**Task objective:**
Among the lines of this material, find those holding the word "inner" and report how many there are, with nothing added.

**Data excerpts:**
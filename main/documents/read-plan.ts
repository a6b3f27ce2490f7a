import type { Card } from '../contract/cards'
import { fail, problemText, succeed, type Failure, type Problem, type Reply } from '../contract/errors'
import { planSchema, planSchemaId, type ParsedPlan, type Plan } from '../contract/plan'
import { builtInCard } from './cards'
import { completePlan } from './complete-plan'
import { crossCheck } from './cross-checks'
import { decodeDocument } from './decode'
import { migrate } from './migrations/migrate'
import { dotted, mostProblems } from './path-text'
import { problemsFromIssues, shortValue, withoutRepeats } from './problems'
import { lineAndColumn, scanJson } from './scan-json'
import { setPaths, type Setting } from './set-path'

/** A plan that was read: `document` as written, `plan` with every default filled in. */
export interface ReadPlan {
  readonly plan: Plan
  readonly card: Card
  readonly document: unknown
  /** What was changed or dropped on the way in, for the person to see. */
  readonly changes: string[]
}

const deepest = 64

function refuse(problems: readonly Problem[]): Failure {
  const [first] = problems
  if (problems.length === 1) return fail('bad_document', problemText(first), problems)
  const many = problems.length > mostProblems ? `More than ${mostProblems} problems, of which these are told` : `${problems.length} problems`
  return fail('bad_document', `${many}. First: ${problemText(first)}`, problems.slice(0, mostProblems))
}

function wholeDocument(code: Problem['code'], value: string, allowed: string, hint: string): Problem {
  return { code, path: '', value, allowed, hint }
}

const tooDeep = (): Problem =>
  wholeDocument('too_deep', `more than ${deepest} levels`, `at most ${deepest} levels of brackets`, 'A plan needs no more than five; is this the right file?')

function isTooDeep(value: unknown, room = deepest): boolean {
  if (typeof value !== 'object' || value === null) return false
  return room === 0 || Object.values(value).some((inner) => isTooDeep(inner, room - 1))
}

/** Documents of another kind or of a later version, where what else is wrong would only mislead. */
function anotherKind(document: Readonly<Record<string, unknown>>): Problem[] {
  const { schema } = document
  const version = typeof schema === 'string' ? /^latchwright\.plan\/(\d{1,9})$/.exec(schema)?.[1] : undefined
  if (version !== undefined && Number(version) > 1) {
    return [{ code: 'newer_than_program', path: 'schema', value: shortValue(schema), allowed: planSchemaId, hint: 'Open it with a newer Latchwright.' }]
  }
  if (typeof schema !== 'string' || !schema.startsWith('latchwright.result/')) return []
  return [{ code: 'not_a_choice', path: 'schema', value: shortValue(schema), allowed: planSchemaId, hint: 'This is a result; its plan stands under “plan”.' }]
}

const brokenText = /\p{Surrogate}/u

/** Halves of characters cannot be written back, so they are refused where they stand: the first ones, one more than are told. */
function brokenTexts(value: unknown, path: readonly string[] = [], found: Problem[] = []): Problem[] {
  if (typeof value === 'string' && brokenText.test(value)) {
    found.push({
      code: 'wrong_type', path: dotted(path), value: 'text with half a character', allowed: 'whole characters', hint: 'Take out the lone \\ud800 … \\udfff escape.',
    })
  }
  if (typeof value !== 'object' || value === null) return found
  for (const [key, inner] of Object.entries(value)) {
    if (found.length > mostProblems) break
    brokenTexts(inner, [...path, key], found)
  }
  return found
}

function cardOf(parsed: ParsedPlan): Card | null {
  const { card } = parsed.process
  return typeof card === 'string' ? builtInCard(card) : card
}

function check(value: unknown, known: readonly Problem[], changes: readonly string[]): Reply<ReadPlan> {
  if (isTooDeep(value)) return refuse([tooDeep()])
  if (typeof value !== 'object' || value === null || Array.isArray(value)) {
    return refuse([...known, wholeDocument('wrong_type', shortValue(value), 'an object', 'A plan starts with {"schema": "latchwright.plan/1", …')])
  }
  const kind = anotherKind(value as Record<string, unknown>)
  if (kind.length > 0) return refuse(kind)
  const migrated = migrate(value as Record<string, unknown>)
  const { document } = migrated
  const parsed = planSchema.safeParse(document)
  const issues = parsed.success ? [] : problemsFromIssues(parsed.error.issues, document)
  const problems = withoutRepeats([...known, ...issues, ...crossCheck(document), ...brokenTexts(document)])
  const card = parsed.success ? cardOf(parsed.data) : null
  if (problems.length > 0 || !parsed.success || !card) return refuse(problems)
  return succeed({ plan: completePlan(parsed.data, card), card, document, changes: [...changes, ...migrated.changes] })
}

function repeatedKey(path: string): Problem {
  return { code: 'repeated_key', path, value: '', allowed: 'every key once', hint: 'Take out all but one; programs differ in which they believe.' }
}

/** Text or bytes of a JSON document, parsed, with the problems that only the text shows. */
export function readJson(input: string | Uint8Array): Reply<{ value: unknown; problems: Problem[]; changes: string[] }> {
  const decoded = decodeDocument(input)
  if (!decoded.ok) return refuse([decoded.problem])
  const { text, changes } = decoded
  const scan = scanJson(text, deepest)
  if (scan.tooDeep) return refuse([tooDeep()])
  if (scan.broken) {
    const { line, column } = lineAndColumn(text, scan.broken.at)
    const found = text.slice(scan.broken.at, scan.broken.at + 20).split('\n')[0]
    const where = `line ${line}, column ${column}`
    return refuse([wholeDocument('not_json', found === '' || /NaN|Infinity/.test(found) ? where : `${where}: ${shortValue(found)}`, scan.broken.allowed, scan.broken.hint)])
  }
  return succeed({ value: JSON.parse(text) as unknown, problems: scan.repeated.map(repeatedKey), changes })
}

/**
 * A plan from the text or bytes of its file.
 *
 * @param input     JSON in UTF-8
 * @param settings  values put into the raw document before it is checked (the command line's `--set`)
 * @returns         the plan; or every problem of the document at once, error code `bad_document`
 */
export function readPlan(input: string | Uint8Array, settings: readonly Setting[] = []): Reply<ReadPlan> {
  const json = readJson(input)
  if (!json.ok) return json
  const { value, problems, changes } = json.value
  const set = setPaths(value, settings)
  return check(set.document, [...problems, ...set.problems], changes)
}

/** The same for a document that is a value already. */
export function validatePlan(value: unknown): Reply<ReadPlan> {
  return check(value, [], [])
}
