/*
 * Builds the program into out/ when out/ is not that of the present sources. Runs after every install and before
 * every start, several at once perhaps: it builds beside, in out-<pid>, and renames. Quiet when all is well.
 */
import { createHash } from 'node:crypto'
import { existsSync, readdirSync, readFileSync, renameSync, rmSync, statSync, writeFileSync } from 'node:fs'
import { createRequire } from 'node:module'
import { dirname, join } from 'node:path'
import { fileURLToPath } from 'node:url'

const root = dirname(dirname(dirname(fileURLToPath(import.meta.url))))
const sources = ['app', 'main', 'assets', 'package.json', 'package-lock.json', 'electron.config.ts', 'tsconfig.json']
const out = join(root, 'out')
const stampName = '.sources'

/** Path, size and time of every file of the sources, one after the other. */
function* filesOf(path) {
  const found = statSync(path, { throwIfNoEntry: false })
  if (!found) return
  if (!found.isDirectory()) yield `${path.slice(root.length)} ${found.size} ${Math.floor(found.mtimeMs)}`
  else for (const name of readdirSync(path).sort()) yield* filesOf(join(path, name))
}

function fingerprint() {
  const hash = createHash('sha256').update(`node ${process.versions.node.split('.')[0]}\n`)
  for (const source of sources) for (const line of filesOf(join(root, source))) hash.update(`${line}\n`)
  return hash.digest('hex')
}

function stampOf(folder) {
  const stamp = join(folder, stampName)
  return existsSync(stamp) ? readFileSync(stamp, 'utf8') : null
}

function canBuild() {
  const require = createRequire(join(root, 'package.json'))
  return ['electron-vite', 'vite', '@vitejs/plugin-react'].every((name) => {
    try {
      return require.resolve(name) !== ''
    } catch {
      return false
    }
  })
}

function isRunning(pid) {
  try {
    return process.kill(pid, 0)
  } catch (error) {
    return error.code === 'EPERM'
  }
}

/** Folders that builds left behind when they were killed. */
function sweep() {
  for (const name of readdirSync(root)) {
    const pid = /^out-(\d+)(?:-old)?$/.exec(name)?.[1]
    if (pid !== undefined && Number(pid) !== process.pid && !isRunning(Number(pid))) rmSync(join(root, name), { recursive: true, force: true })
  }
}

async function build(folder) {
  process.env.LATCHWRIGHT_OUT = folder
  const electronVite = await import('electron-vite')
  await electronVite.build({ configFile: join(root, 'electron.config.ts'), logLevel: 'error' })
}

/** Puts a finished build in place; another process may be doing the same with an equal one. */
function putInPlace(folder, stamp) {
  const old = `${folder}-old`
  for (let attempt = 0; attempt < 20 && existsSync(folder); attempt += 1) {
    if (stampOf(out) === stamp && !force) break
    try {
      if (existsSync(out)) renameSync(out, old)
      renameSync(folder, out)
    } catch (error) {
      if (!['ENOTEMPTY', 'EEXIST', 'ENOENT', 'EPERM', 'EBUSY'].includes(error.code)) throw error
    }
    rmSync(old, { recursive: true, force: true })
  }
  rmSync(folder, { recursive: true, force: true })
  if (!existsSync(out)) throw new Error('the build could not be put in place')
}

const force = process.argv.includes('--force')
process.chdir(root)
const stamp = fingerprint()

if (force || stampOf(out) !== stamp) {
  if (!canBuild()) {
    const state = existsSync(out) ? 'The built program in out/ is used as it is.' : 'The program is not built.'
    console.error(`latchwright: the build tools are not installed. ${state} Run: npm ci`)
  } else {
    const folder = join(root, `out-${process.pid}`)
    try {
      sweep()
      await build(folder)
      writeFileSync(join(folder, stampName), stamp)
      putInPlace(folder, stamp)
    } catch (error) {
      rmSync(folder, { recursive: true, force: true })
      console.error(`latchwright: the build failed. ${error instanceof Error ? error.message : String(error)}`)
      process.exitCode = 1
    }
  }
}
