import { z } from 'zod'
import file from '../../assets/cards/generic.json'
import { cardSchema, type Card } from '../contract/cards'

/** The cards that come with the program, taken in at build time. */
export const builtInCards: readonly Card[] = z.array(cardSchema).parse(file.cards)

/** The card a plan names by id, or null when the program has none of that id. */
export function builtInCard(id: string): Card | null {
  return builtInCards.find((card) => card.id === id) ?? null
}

**Response to the task:**
3